Your goal –
Using the entries below, write out the line with "#include <system_error>", the line with "for (auto folder", and every line in between, exactly as each is written.

Data to use –
........
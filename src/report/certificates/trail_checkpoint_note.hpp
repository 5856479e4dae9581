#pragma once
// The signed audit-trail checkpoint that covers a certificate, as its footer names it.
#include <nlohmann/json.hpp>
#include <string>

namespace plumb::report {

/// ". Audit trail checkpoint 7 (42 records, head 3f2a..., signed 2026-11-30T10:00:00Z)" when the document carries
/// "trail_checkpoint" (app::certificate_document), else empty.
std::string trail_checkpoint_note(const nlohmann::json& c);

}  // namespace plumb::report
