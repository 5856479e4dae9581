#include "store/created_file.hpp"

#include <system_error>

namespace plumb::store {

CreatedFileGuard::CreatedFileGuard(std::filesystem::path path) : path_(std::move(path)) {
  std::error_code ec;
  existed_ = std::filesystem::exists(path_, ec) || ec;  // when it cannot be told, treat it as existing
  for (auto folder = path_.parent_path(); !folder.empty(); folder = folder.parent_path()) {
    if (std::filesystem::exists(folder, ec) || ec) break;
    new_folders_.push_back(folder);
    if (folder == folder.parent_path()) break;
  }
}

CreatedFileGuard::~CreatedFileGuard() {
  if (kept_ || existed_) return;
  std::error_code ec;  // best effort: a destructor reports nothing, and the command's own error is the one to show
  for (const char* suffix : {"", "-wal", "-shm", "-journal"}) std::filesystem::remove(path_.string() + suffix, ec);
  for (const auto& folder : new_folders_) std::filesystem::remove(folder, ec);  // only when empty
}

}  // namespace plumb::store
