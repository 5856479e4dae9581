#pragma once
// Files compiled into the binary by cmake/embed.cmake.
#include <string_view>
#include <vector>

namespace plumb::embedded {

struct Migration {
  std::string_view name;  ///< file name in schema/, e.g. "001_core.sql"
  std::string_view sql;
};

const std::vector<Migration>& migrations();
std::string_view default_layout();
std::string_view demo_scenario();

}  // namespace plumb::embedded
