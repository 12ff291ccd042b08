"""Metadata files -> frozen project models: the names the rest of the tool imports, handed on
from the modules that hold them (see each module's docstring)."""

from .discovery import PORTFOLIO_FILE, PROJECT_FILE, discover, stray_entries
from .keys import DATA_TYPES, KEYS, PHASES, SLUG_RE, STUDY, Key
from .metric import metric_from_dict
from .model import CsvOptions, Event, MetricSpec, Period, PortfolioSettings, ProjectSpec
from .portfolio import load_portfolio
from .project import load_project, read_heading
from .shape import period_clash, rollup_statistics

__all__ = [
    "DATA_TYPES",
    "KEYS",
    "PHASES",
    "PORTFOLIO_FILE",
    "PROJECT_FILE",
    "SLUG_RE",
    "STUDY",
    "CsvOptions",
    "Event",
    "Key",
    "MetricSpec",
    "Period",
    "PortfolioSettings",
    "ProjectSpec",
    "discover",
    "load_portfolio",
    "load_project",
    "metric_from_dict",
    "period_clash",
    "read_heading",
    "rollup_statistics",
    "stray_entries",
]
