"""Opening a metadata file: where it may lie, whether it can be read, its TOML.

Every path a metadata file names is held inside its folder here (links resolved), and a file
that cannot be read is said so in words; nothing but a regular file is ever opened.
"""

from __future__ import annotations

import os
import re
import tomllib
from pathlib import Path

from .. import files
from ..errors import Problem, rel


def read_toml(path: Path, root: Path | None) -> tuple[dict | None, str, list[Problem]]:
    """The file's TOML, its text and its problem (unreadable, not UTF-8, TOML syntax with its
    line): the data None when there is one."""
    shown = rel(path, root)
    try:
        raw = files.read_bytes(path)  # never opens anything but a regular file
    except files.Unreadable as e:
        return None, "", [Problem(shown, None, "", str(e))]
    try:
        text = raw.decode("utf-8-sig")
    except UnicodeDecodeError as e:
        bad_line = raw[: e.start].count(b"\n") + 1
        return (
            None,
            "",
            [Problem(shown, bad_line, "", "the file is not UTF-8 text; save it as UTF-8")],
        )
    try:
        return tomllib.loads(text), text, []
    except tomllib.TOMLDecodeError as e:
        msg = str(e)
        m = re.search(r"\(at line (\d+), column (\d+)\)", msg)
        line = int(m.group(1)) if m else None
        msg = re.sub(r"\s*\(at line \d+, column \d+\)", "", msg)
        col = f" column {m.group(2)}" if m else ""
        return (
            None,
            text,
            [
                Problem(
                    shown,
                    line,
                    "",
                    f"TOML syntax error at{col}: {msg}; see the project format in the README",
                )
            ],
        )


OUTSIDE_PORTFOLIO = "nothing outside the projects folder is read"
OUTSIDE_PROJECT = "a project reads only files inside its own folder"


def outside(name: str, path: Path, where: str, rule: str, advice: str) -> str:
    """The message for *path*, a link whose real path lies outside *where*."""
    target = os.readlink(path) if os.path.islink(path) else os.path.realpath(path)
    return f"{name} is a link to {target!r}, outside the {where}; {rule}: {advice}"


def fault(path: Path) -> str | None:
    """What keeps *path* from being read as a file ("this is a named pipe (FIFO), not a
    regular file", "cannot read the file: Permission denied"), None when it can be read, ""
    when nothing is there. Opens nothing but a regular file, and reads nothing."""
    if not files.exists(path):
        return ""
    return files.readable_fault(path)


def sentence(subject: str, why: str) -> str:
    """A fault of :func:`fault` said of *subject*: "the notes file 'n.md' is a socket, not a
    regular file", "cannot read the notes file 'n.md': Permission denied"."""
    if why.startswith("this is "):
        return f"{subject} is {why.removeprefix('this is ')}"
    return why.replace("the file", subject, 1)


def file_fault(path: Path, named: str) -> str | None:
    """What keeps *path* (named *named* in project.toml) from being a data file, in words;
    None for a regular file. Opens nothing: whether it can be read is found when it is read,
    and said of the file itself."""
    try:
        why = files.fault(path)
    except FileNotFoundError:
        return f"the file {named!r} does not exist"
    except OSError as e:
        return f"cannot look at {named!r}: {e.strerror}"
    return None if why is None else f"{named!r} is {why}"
........
Your response –
#include <system_error>

namespace plumb::store {

CreatedFileGuard::CreatedFileGuard(std::filesystem::path path) : path_(std::move(path)) {
  std::error_code ec;
  existed_ = std::filesystem::exists(path_, ec) || ec;  // when it cannot be told, treat it as existing
  for (auto folder = path_.parent_path(); !folder.empty(); folder = folder.parent_path()) {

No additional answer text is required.